What follows is a set of records; copy all of it exactly.

-- INPUT follows --

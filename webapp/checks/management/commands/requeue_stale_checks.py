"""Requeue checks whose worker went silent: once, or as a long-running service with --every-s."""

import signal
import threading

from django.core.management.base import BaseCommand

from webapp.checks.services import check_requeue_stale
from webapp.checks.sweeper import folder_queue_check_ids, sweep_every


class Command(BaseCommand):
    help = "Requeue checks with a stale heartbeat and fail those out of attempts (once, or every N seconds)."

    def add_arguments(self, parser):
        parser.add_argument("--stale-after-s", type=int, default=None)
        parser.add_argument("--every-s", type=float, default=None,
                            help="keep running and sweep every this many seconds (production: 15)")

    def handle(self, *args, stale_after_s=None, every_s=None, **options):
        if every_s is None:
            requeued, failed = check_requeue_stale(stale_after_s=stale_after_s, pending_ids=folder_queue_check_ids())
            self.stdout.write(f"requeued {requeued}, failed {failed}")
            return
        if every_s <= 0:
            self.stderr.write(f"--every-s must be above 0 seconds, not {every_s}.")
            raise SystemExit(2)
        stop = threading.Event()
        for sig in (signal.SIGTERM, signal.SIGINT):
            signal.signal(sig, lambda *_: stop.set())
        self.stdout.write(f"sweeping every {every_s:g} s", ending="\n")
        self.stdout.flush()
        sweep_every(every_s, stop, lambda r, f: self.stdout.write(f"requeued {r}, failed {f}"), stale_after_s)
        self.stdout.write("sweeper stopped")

-- INPUT concluded --

TASK RESPONSE ->
filename webapp/checks/management/commands/requeue_stale_checks.py
"""Requeue checks whose worker went silent: once, or as a long-running service with --every-s."""

import signal
import threading

from django.core.management.base import BaseCommand

from webapp.checks.services import check_requeue_stale
from webapp.checks.sweeper import folder_queue_check_ids, sweep_every


class Command(BaseCommand):
    help = "Requeue checks with a stale heartbeat and fail those out of attempts (once, or every N seconds)."

    def add_arguments(self, parser):
        parser.add_argument("--stale-after-s", type=int, default=None)
        parser.add_argument("--every-s", type=float, default=None,
                            help="keep running and sweep every this many seconds (production: 15)")

    def handle(self, *args, stale_after_s=None, every_s=None, **options):
        if every_s is None:
            requeued, failed = check_requeue_stale(stale_after_s=stale_after_s, pending_ids=folder_queue_check_ids())
            self.stdout.write(f"requeued {requeued}, failed {failed}")
            return
        if every_s <= 0:
            self.stderr.write(f"--every-s must be above 0 seconds, not {every_s}.")
            raise SystemExit(2)
        stop = threading.Event()
        for sig in (signal.SIGTERM, signal.SIGINT):
            signal.signal(sig, lambda *_: stop.set())
        self.stdout.write(f"sweeping every {every_s:g} s", ending="\n")
        self.stdout.flush()
        sweep_every(every_s, stop, lambda r, f: self.stdout.write(f"requeued {r}, failed {f}"), stale_after_s)
        self.stdout.write("sweeper stopped")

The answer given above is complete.